- Official poster
- Danish: Natten har øjne
- Directed by: Gabriel Bier Gislason
- Written by: Gabriel Bier Gislason
- Produced by: Thomas Heinesen
- Starring: Josephine Park; Ellie Kendrick; Sofie Gråbøl; David Dencik;
- Music by: Johan Carøe
- Distributed by: TrustNordisk
- Release dates: June 8, 2022 (Tribeca Film Festival); July 28, 2022 (Denmark); February 9, 2023 (Shudder);
- Running time: 105 minutes
- Country: Denmark
- Language: English

= Attachment (film) =

2022 film by Gabriel Bier Gislason

Attachment (Danish: Natten har øjne) is a 2022 Danish romantic horror film directed and written by Gabriel Bier Gislason and produced by Thomas Heinesen.

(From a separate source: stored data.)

namespace RateDeck.States;

/// <summary>
/// The scaled change of variables of the symmetric paths (S = D^(-1/2) K D^(1/2), D = diag(pi)):
/// a vector x (P(0) or s) becomes u_i = x_i exp(-0.5 ln pi_i - c) with
/// c = max_i (ln|x_i| - 0.5 ln pi_i), so that max |u_i| = 1 and nothing overflows, and a result
/// y comes back as P_i = sign(y_i) exp(ln|y_i| + 0.5 ln pi_i + c), formed in one exponent.
/// </summary>
internal sealed class EquilibriumScaling
{
    private readonly double[] _halfLogPi;

    /// <summary>Scaling for the equilibrium ln pi (every entry finite).</summary>
    public EquilibriumScaling(IReadOnlyList<double> logEquilibrium)
    {
        _halfLogPi = logEquilibrium.Select(v => 0.5 * v).ToArray();
        HalfLogRange = _halfLogPi.Length == 0 ? 0.0 : _halfLogPi.Max() - _halfLogPi.Min();
    }

    /// <summary>0.5 (max ln pi - min ln pi).</summary>
    public double HalfLogRange { get; }

    /// <summary>log10(max pi / min pi).</summary>
    public double Decades => 2 * HalfLogRange / Math.Log(10);

    /// <summary>c = max_i (ln|x_i| - 0.5 ln pi_i) over the non-zero x_i; minus infinity when x = 0.</summary>
    public double LogScale(double[] x)
    {
        var logScale = double.NegativeInfinity;
        for (var i = 0; i < x.Length; i++)
        {
            if (x[i] != 0)
            {
                logScale = Math.Max(logScale, Math.Log(Math.Abs(x[i])) - _halfLogPi[i]);
            }
        }

        return logScale;
    }

    /// <summary>max_i sqrt(pi_i) exp(c) / sum |x|, formed in logarithms; 0 when x = 0. Rounding of u is amplified by this much relative to the population.</summary>
    public double Amplification(double[] x)
    {
        var logScale = LogScale(x);
        return double.IsNegativeInfinity(logScale) ? 0.0 : Math.Exp(_halfLogPi.Max() + logScale - Math.Log(x.Sum(Math.Abs)));
    }

    /// <summary>u and c (c = 0 when x = 0).</summary>
    public (double[] Scaled, double LogScale) Scale(double[] x)
    {
        var logScale = LogScale(x);
        if (double.IsNegativeInfinity(logScale))
        {
            logScale = 0.0;
        }

        var u = new double[x.Length];
        for (var i = 0; i < x.Length; i++)
        {
            u[i] = x[i] == 0 ? 0.0 : Math.CopySign(Math.Exp(Math.Log(Math.Abs(x[i])) - _halfLogPi[i] - logScale), x[i]);
        }

        return (u, logScale);
    }

    /// <summary>P_i from y_i and the scale c of the vector y came from.</summary>
    public double Unscale(double y, int i, double logScale) => Unscale(y, _halfLogPi[i] + logScale);

    /// <summary>y exp(logScale) formed in one exponent, so that it overflows only if the product does.</summary>
    public static double Unscale(double y, double logScale) =>
        y == 0 ? 0.0 : Math.CopySign(Math.Exp(Math.Log(Math.Abs(y)) + logScale), y);
}
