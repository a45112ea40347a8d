using RateDeck.Decks;
using RateDeck.Expressions;

namespace RateDeck.States;

/// <summary>
/// The variables one kind of deck expression sees, in a fixed order: the built-in variables of that
/// kind first, as listed by the caller, then the deck parameters in ordinal order of their names.
/// The caller fills the built-in slots of a value buffer; the parameter slots are filled here once.
/// </summary>
internal sealed class ExpressionScope
{
    private readonly double[] _parameterValues;

    private ExpressionScope(string[] names, double[] parameterValues, int builtInCount)
    {
        Names = names;
        _parameterValues = parameterValues;
        BuiltInCount = builtInCount;
    }

    /// <summary>All variable names in evaluation order.</summary>
    public IReadOnlyList<string> Names { get; }

    /// <summary>Number of built-in variables at the front of <see cref="Names"/>.</summary>
    public int BuiltInCount { get; }

    /// <summary>
    /// The scope of built-in variables <paramref name="builtIns"/> plus the deck's parameters.
    /// A parameter named like a built-in is rejected at the parameter's span: it would be ambiguous.
    /// </summary>
    public static ExpressionScope Create(Deck deck, params string[] builtIns)
    {
        var parameters = deck.Parameters.Values.OrderBy(p => p.Name, StringComparer.Ordinal).ToArray();
        foreach (var parameter in parameters)
        {
            if (builtIns.Contains(parameter.Name, StringComparer.Ordinal))
            {
                throw new DeckException(
                    parameter.Span,
                    $"parameter '{parameter.Name}' has the name of a built-in variable ({string.Join(", ", builtIns)}); rename the parameter");
            }
        }

        var names = builtIns.Concat(parameters.Select(p => p.Name)).ToArray();
        return new ExpressionScope(names, parameters.Select(p => p.Value).ToArray(), builtIns.Length);
    }

    /// <summary>Compiles <paramref name="text"/> in this scope; errors point into the deck from <paramref name="origin"/>.</summary>
    public CompiledExpression Compile(string text, SourceSpan origin) => ExpressionCompiler.Compile(text, origin, Names);

    /// <summary>A fresh value buffer with the parameter slots filled and the built-in slots zero.</summary>
    public double[] NewValues()
    {
        var values = new double[Names.Count];
        _parameterValues.CopyTo(values, BuiltInCount);
        return values;
    }
}
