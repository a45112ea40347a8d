using RateDeck.Decks;
using RateDeck.Mechanics;
using RateDeck.States;
using RateDeck.Tests.Support;
using Xunit;

namespace RateDeck.Tests.States;

public class StateSpaceBuilderTests
{
    // k_B / (h c) = 0.695 034 800 cm^-1 K^-1 (CODATA 2018; value from memory).
    private const double _boltzmannInWavenumbersPerKelvin = 0.695034800;

    // Area of the unit sphere in d dimensions, S_{d-1} = 2 pi^(d/2) / Gamma(d/2): 2, 2 pi, 4 pi, 2 pi^2
    // for d = 1..4 (textbook; e.g. NIST DLMF section 5.19(iii), cited from memory).
    [Theory]
    [InlineData(1, 2.0)]
    [InlineData(2, 2.0 * Math.PI)]
    [InlineData(3, 4.0 * Math.PI)]
    [InlineData(4, 2.0 * Math.PI * Math.PI)]
    public void IsotropicMeasure_UnitSphereArea_MatchesTextbook(int dimension, double area)
    {
        Assert.Equal(area, Math.Exp(StateSpaceBuilder.LogUnitSphereArea(dimension)), area * 1e-14);

        // Through the builder: shells of radius 1 and 2, widths 1 and 0.5, weight S_{d-1} x^(d-1) dx.
        var deck = TestDecks.Create([1.0, 2.0], [0.0, 0.0], new IsotropicWeights(dimension, TestDecks.At(4)), TestDecks.NoCoupling, cellWidths: [1.0, 0.5]);
        var states = StateSpaceBuilder.Build(deck);
        var outer = area * Math.Pow(2.0, dimension - 1) * 0.5;
        Assert.Equal(area, Math.Exp(states.LogWeights[0]), area * 1e-14);
        Assert.Equal(outer, Math.Exp(states.LogWeights[1]), outer * 1e-14);
    }

    // The recursion S_{d+1} = 2 pi S_{d-1} / d (from Gamma(z + 1) = z Gamma(z); textbook) checked
    // far beyond where pi^(d/2) / Gamma(d/2) could be formed in doubles without logarithms.
    [Fact]
    public void IsotropicMeasure_HighDimensions_FollowAreaRecursionInLogSpace()
    {
        for (var d = 1; d <= 2000; d++)
        {
            var step = StateSpaceBuilder.LogUnitSphereArea(d + 2) - StateSpaceBuilder.LogUnitSphereArea(d);
            Assert.True(double.IsFinite(StateSpaceBuilder.LogUnitSphereArea(d + 2)));
            Assert.Equal(Math.Log(2.0 * Math.PI / d), step, 1e-10);
        }
    }

    // Hydrogen terms n = 1..4, statistical weight g = 2 n^2, term energies from the NIST Atomic Spectra
    // Database H I levels (values from memory, rounded to 0.1 cm^-1; the fine-structure spread within a
    // term, under 0.4 cm^-1, is far below kT here). Closed form: Boltzmann ratio
    // pi_j / pi_i = g_j / g_i exp(-(E_j - E_i) / kT) (common practice; any statistical-mechanics text).
    [Fact]
    public void HydrogenTerms_At10000K_MatchBoltzmannClosedForm()
    {
        double[] energies = [0.0, 82259.1, 97492.3, 102823.9];
        double[] g = [2, 8, 18, 32];
        AssertBoltzmannPopulations(energies, g, 10000.0 * _boltzmannInWavenumbersPerKelvin);
    }

    // Sodium 3s 2S1/2, 3p 2P1/2, 3p 2P3/2 (g = 2J + 1 = 2, 2, 4) at 16956.2 and 16973.4 cm^-1, the D lines,
    // from the NIST Atomic Spectra Database (values from memory). A flame-like 2500 K.
    [Fact]
    public void SodiumResonanceLevels_At2500K_MatchBoltzmannClosedForm()
    {
        AssertBoltzmannPopulations([0.0, 16956.2, 16973.4], [2, 2, 4], 2500.0 * _boltzmannInWavenumbersPerKelvin);
    }

    // Energies 0..1400 kT: Boltzmann factors down to e^-1400 ~ 1e-608, beyond double range.
    [Fact]
    public void BoltzmannFactorsSpanning600Decades_StayFiniteWithExactLogRatios()
    {
        var energies = Enumerable.Range(0, 8).Select(k => 200.0 * k).ToArray();
        var g = Enumerable.Range(1, 8).Select(k => (double)k).ToArray();
        var states = StateSpaceBuilder.Build(TestDecks.Create(Coordinates(8), energies, TestDecks.Weights(g), TestDecks.NoCoupling));

        Assert.All(states.LogEquilibrium, v => Assert.True(double.IsFinite(v)));
        for (var i = 0; i < 8; i++)
        {
            for (var j = 0; j < 8; j++)
            {
                var expected = Math.Log(g[j] / g[i]) - (energies[j] - energies[i]);
                Assert.Equal(expected, states.LogEquilibrium[j] - states.LogEquilibrium[i], 1e-12 * Math.Max(1, Math.Abs(expected)));
            }
        }

        // Normalised: ln pi_1 = -ln(1 + 2 e^-200 + ...) rounds to 0; the deepest state is ln 8 - 1400 below it.
        Assert.Equal(0.0, states.LogEquilibrium[0], 1e-15);
        Assert.Equal(Math.Log(8) - 1400, states.LogEquilibrium[7], 1e-12 * 1400);
        var populations = states.EquilibriumPopulations();
        Assert.All(populations, p => Assert.True(double.IsFinite(p) && p >= 0));
        Assert.Equal(1.0, populations[0], 1e-15);
        Assert.Equal(0.0, populations[7]);
    }

    [Fact]
    public void NonPositiveWeight_IsRejectedAtTheWeightsNamingTheState()
    {
        var deck = TestDecks.Create(Coordinates(3), [0, 1, 2], TestDecks.Weights(1, 0, 2), TestDecks.NoCoupling);
        var error = Assert.Throws<DeckException>(() => StateSpaceBuilder.Build(deck));
        Assert.Equal(TestDecks.At(4), error.Span);
        Assert.Contains("'s2'", error.Problem, StringComparison.Ordinal);
    }

    [Fact]
    public void WrongNumberOfEnergies_IsRejectedAtTheEnergies()
    {
        var deck = TestDecks.Create(Coordinates(3), [0, 1], TestDecks.Weights(1, 1, 1), TestDecks.NoCoupling);
        var error = Assert.Throws<DeckException>(() => StateSpaceBuilder.Build(deck));
        Assert.Equal(TestDecks.At(3), error.Span);
        Assert.Contains("3 states", error.Problem, StringComparison.Ordinal);
    }

    [Fact]
    public void NonFiniteEnergy_IsRejectedNamingTheState()
    {
        var deck = TestDecks.Create(Coordinates(2), [0, double.NaN], TestDecks.Weights(1, 1), TestDecks.NoCoupling);
        var error = Assert.Throws<DeckException>(() => StateSpaceBuilder.Build(deck));
        Assert.Equal(TestDecks.At(3), error.Span);
        Assert.Contains("'s2'", error.Problem, StringComparison.Ordinal);
    }

    [Theory]
    [InlineData(0.0)]
    [InlineData(-1.0)]
    [InlineData(double.PositiveInfinity)]
    public void NonPositiveKT_IsRejectedAtKT(double kT)
    {
        var deck = TestDecks.Create(Coordinates(2), [0, 1], TestDecks.Weights(1, 1), TestDecks.NoCoupling, kT: kT);
        Assert.Equal(TestDecks.At(8), Assert.Throws<DeckException>(() => StateSpaceBuilder.Build(deck)).Span);
    }

    [Fact]
    public void ThreeDimensionalMeasure_WithZeroRadius_IsRejectedNamingTheState()
    {
        var deck = TestDecks.Create([0.0, 1.0], [0, 0], new IsotropicWeights(3, TestDecks.At(4)), TestDecks.NoCoupling);
        var error = Assert.Throws<DeckException>(() => StateSpaceBuilder.Build(deck));
        Assert.Equal(TestDecks.At(4), error.Span);
        Assert.Contains("'s1'", error.Problem, StringComparison.Ordinal);
    }

    [Fact]
    public void OneDimensionalMeasure_AcceptsZeroCoordinate()
    {
        var deck = TestDecks.Create([0.0, 1.0], [0, 0], new IsotropicWeights(1, TestDecks.At(4)), TestDecks.NoCoupling);
        var states = StateSpaceBuilder.Build(deck);
        Assert.Equal(Math.Log(2), states.LogWeights[0], 1e-15);
        Assert.Equal(Math.Log(0.5), states.LogEquilibrium[0], 1e-15);
    }

    [Fact]
    public void MechanicsWeights_WithoutTheMechanicsStage_AreRefusedAtTheirSpan()
    {
        var withoutLagrangian = TestDecks.Create(Coordinates(2), [1, 2], new MechanicsWeights(TestDecks.At(4)), TestDecks.NoCoupling);
        var deck = withoutLagrangian with { Mechanics = new MechanicsSpec("v^2/2 - q^2/2", 1.0, TestDecks.At(11)) };
        var error = Assert.Throws<DeckException>(() => StateSpaceBuilder.Build(deck, null));
        Assert.Equal(TestDecks.At(4), error.Span);
        Assert.Contains("mechanics stage", error.Problem, StringComparison.Ordinal);
    }

    [Fact]
    public void MechanicsWeights_WithoutALagrangian_AreRefusedAtTheirSpan()
    {
        var deck = TestDecks.Create(Coordinates(2), [1, 2], new MechanicsWeights(TestDecks.At(4)), TestDecks.NoCoupling);
        var error = Assert.Throws<DeckException>(() => StateSpaceBuilder.Build(deck, (_, e, _) => new MechanicsResult(e, e, e, e, e, e)));
        Assert.Contains("Lagrangian", error.Problem, StringComparison.Ordinal);
    }

    [Fact]
    public void ParameterNamedLikeAStateVariable_IsRejectedAtTheParameter()
    {
        var shadowing = new DeckParameter("x", 2.0, TestDecks.At(12));
        var givenEnergies = TestDecks.Create(Coordinates(2), [0, 1], TestDecks.Weights(1, 1), TestDecks.NoCoupling, parameters: shadowing);
        var deck = givenEnergies with { Energies = new PerStateExpression("x", TestDecks.At(3, 12)) };
        var error = Assert.Throws<DeckException>(() => StateSpaceBuilder.Build(deck));
        Assert.Equal(TestDecks.At(12), error.Span);
    }

    private static double[] Coordinates(int n) => Enumerable.Range(1, n).Select(k => (double)k).ToArray();

    private static void AssertBoltzmannPopulations(double[] energies, double[] g, double kT)
    {
        var deck = TestDecks.Create(Coordinates(energies.Length), energies, TestDecks.Weights(g), TestDecks.NoCoupling, kT, EnergyUnit.Wavenumber);
        var states = StateSpaceBuilder.Build(deck);

        // Independent closed form, formed directly (these factors are all within double range).
        var factors = energies.Select((e, k) => g[k] * Math.Exp(-e / kT)).ToArray();
        var partition = factors.Sum();
        var populations = states.EquilibriumPopulations();
        for (var i = 0; i < energies.Length; i++)
        {
            Assert.Equal(factors[i] / partition, populations[i], factors[i] / partition * 1e-13);
            for (var j = 0; j < energies.Length; j++)
            {
                var ratio = g[j] / g[i] * Math.Exp(-(energies[j] - energies[i]) / kT);
                Assert.Equal(Math.Log(ratio), states.LogEquilibrium[j] - states.LogEquilibrium[i], 1e-12 * Math.Max(1, Math.Abs(Math.Log(ratio))));
            }
        }
    }
}
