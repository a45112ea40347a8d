using RateDeck.Decks;
using RateDeck.States;
using RateDeck.Tests.Decks;
using RateDeck.Tests.Support;
using Xunit;

namespace RateDeck.Tests.States;

/// <summary>
/// Energies and weights written as expressions of x, i (one-based) and deck parameters, read from
/// real deck text: they give exactly the values written out per state, and a bad value is reported
/// at the expression's first character, naming the state.
/// </summary>
public sealed class PerStateExpressionTests : IDisposable
{
    // Rydberg constant for hydrogen R_H = 109677.58 cm^-1 (CODATA value, from memory).
    private const double _rydbergHydrogen = 109677.58;

    /// <summary>A kernel of 1 between neighbours: these tests need some coupling, not a rate file.</summary>
    private const string _neighbourKernel = "kind = \"kernel\"\ndirection = \"toward_smaller\"\nkernel = \"1\"\nband = 1";

    private readonly DeckScratch _scratch = new();

    public void Dispose() => _scratch.Dispose();

    // Bohr levels E_n = R_H (1 - 1/n^2) above the ground term and weights g_n = 2 n^2 (textbook
    // hydrogen atom, e.g. Bransden and Joachain, Physics of Atoms and Molecules, ch. 3; from memory),
    // written with i = n. Were i zero-based, g_1 would be 0 and the deck would be refused.
    [Fact]
    public void HydrogenLevelsAsExpressionsOfI_EqualTheSameValuesWrittenOut()
    {
        var modelled = Build(HydrogenDeck("expression = \"R*(1 - 1/i^2)\"", "expression = \"2*i^2\""));
        double[] energies = [.. Enumerable.Range(1, 4).Select(n => _rydbergHydrogen * (1 - 1.0 / (n * n)))];
        var listed = Build(HydrogenDeck($"values = [{List(energies)}]", "values = [2, 8, 18, 32]"));

        Assert.Equal(listed.Energies, modelled.Energies);
        Assert.Equal(listed.LogWeights, modelled.LogWeights);
        Assert.Equal(listed.LogEquilibrium, modelled.LogEquilibrium);
        Assert.Equal(Math.Log(2), modelled.LogWeights[0]);

        // The Bohr levels lie within 2 cm^-1 of the NIST ASD term values 82259.1, 97492.3, 102823.9
        // cm^-1 (from memory): fine structure lowers the ground term by about alpha^2 R_H / 4 = 1.5 cm^-1
        // (Dirac energy levels, textbook), which the Bohr formula leaves out.
        double[] nist = [0.0, 82259.1, 97492.3, 102823.9];
        for (var n = 0; n < 4; n++)
        {
            Assert.Equal(nist[n], modelled.Energies[n], 2.0);
        }
    }

    // x and i differ on this grid (x = 0.5, 1.0, 1.5, 2.0): each expression uses both and two
    // parameters, and must give bit for bit what the same arithmetic gives written out.
    [Fact]
    public void EnergyAndWeightExpressionsOfXIAndParameters_EqualTheSameValuesGivenExplicitly()
    {
        const double a = 0.37;
        const double b = 0.125;
        double[] x = [0.5, 1.0, 1.5, 2.0];
        double[] energies = [.. x.Select((xi, k) => a * (xi * xi) + b * (k + 1))];
        double[] weights = [.. x.Select((xi, k) => (k + 1) + xi / a)];
        const string grid = "spacing = \"linear\"\ncount = 4\nfrom = 0.5\nto = 2.0";
        var parameters = $"[parameters]\na = {a:R}\nb = {b:R}";

        var modelled = Build(DeckScratch.Valid(states: grid, energies: "expression = \"a*x^2 + b*i\"", weights: "expression = \"i + x/a\"", transfer: _neighbourKernel, extra: parameters));
        var listed = Build(DeckScratch.Valid(states: grid, energies: $"values = [{List(energies)}]", weights: $"values = [{List(weights)}]", transfer: _neighbourKernel, extra: parameters));

        Assert.Equal(x, modelled.Coordinates);
        Assert.Equal(energies, modelled.Energies);
        Assert.Equal(listed.LogWeights, modelled.LogWeights);
        Assert.Equal(listed.LogEquilibrium, modelled.LogEquilibrium);
    }

    [Fact]
    public void ParameterOverride_ReachesTheExpressions()
    {
        var text = DeckScratch.Valid(energies: "expression = \"c*i\"", weights: "expression = \"c\"", transfer: _neighbourKernel, extra: "[parameters]\nc = 1.0");
        var states = StateSpaceBuilder.Build(_scratch.Parse(text, "c=2.5"));
        Assert.Equal([2.5, 5.0, 7.5], states.Energies);
        Assert.All(states.LogWeights, w => Assert.Equal(Math.Log(2.5), w));
    }

    [Theory]
    [InlineData("3 - i", "'c' (state 3) is 0")]
    [InlineData("2.5 - x", "'c' (state 3) is -0.5")]
    [InlineData("log(x - 1)", "'a' (state 1) is -Infinity")]
    [InlineData("sqrt(2.5 - x)", "'c' (state 3) is NaN")]
    public void WeightExpressionGivingNoPositiveWeight_IsRejectedAtTheExpressionNamingTheState(string expression, string state)
    {
        var error = StageErrors.FailAt(_scratch, DeckScratch.Valid(weights: $"expression = \"§{expression}\"", transfer: _neighbourKernel), BuildStates);
        Assert.Contains($"weight of state {state}", error.Problem, StringComparison.Ordinal);
        Assert.Contains("more than zero", error.Problem, StringComparison.Ordinal);
    }

    [Theory]
    [InlineData("sqrt(2.5 - x)", "'c' (state 3) is NaN")]
    [InlineData("1/(x - 2)", "'b' (state 2) is Infinity")]
    public void EnergyExpressionGivingNaNOrInfinity_IsRejectedAtTheExpressionNamingTheState(string expression, string state)
    {
        var error = StageErrors.FailAt(_scratch, DeckScratch.Valid(energies: $"expression = '§{expression}'", transfer: _neighbourKernel), BuildStates);
        Assert.Contains($"energy of state {state}", error.Problem, StringComparison.Ordinal);
        Assert.Contains("finite", error.Problem, StringComparison.Ordinal);
    }

    private static string HydrogenDeck(string energies, string weights) => DeckScratch.Valid(
        units: "energy = \"cm-1\"",
        temperature: "kelvin = 10000.0",
        states: "coordinates = [1, 2, 3, 4]\nlabels = [\"n1\", \"n2\", \"n3\", \"n4\"]",
        energies: energies,
        weights: weights,
        transfer: _neighbourKernel,
        extra: $"[parameters]\nR = {_rydbergHydrogen:R}");

    private static string List(IEnumerable<double> values) => string.Join(", ", values.Select(v => v.ToString("R", System.Globalization.CultureInfo.InvariantCulture)));

    private StateSpace Build(string text) => StateSpaceBuilder.Build(_scratch.Parse(text));

    private static void BuildStates(Deck deck) => StateSpaceBuilder.Build(deck);
}
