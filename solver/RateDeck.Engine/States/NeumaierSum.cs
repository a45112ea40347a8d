namespace RateDeck.States;

/// <summary>
/// Compensated summation (Neumaier, ZAMM 54 (1974) 39, the improved Kahan-Babuska scheme): the
/// error of the sum stays near one rounding of the result whatever the order and signs of the
/// terms, so a generator column built from rates of very different sizes still conserves to rounding.
/// </summary>
internal struct NeumaierSum
{
    private double _sum;
    private double _compensation;

    /// <summary>Adds one term.</summary>
    public void Add(double term)
    {
        var t = _sum + term;
        _compensation += Math.Abs(_sum) >= Math.Abs(term) ? (_sum - t) + term : (term - t) + _sum;
        _sum = t;
    }

    /// <summary>The compensated sum of the terms added so far.</summary>
    public readonly double Value => _sum + _compensation;
}
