using RateDeck.Mechanics;

namespace RateDeck.States;

/// <summary>
/// The states of a deck with everything evaluated: coordinates, energies, the logarithm of each
/// weight and the logarithm of the normalised equilibrium distribution
/// ln pi_i = ln g_i - E_i / kT - ln Z. Only logarithms are stored because Boltzmann factors of real
/// decks span hundreds of decades.
/// </summary>
public sealed class StateSpace
{
    /// <summary>Creates a state space; <paramref name="logEquilibrium"/> must be normalised (log-sum-exp = 0).</summary>
    public StateSpace(string[] labels, double[] coordinates, double[] energies, double[] logWeights, double kT, double[] logEquilibrium)
    {
        Labels = labels;
        Coordinates = coordinates;
        Energies = energies;
        LogWeights = logWeights;
        KT = kT;
        LogEquilibrium = logEquilibrium;
    }

    /// <summary>Number of states.</summary>
    public int Count => Labels.Length;

    /// <summary>State labels, unique.</summary>
    public string[] Labels { get; }

    /// <summary>State coordinates x_i.</summary>
    public double[] Coordinates { get; }

    /// <summary>Energies E_i in the deck's energy unit.</summary>
    public double[] Energies { get; }

    /// <summary>ln g_i.</summary>
    public double[] LogWeights { get; }

    /// <summary>
    /// g_i as the deck gave them (values or expression) or the mechanics stage derived them, for
    /// outputs that write the weights: exp(ln g) would print 3.0000000000000004 for a given 3. Null
    /// where the weights exist only as logarithms (the isotropic measure, or a state space built in
    /// code); the numerics use <see cref="LogWeights"/> alone.
    /// </summary>
    public double[]? Weights { get; init; }

    /// <summary>kT in the deck's energy unit.</summary>
    public double KT { get; }

    /// <summary>ln pi_i, normalised so that sum_i pi_i = 1.</summary>
    public double[] LogEquilibrium { get; }

    /// <summary>
    /// What the mechanics stage derived from the deck's Lagrangian at the state energies (actions,
    /// periods, weights, turning points), in state order; null when the deck has no Lagrangian.
    /// </summary>
    public MechanicsResult? Mechanics { get; init; }

    /// <summary>Which of energies and weights the deck gave; pi made only of defaults (all E 0, all g 1) is no claim.</summary>
    public Decks.EquilibriumGiven EquilibriumGiven { get; init; } = Decks.EquilibriumGiven.EnergiesAndWeights;
}
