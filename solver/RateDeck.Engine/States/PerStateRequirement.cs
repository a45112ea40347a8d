namespace RateDeck.States;

/// <summary>What every value of a per-state quantity must satisfy.</summary>
public enum PerStateRequirement
{
    /// <summary>Finite (an energy).</summary>
    Finite,
    /// <summary>Finite and zero or more (a loss or pumping rate, a population).</summary>
    NonNegative,
    /// <summary>Finite and more than zero (a statistical weight).</summary>
    Positive,
}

It was released on Shudder on February 9, 2023. The film marked Gislason's directorial debut.

== Plot ==
Attachment tells the story of Maja, a washed-up actress from Denmark, who falls in love with Leah, a Jewish academic from London, England. When Leah suffers a mysterious seizure, Maja accompanies her back to London to help with her recovery. However, once there, Maja begins to suspect that something sinister is at play, particularly involving Leah's overbearing mother, Chana. As Maja uncovers the truth, she finds herself entangled in a web of supernatural occurrences rooted in Jewish folklore, forcing her to confront dark forces to save the woman she loves^{.}

== Cast ==
- Josephine Park as Maja
- Ellie Kendrick as Leah
- Sofie Gråbøl as Chana
- David Dencik as Lev

== Background and release ==
Attachment marked Gabriel Bier Gislason's directorial debut. He previously directed short films Purple Haze and Samuel's Getting Hitched. Thomas Heinesen from Nordisk Film produced the film. On May 17, 2021, TrustNordisk announced that it would take care of international distribution. In June 2022, after premiering at the Tribeca Film Festival, Nordisk Film released the international trailer. Attachment was released in Denmark on July 28, 2022. Another trailer was released by Shudder in September.

== Reception ==
 Metacritic, which uses a weighted average, assigned the film a score of 64 out of 100, based on 8 critics, indicating "generally favorable" reviews.

== Accolades ==
The film received three nominations at the 40th Robert Awards for Best Actress in a Leading Role (Josephine Park), Best Actor in a Supporting Role (David Dencik) and Best Score (Johan Carøe).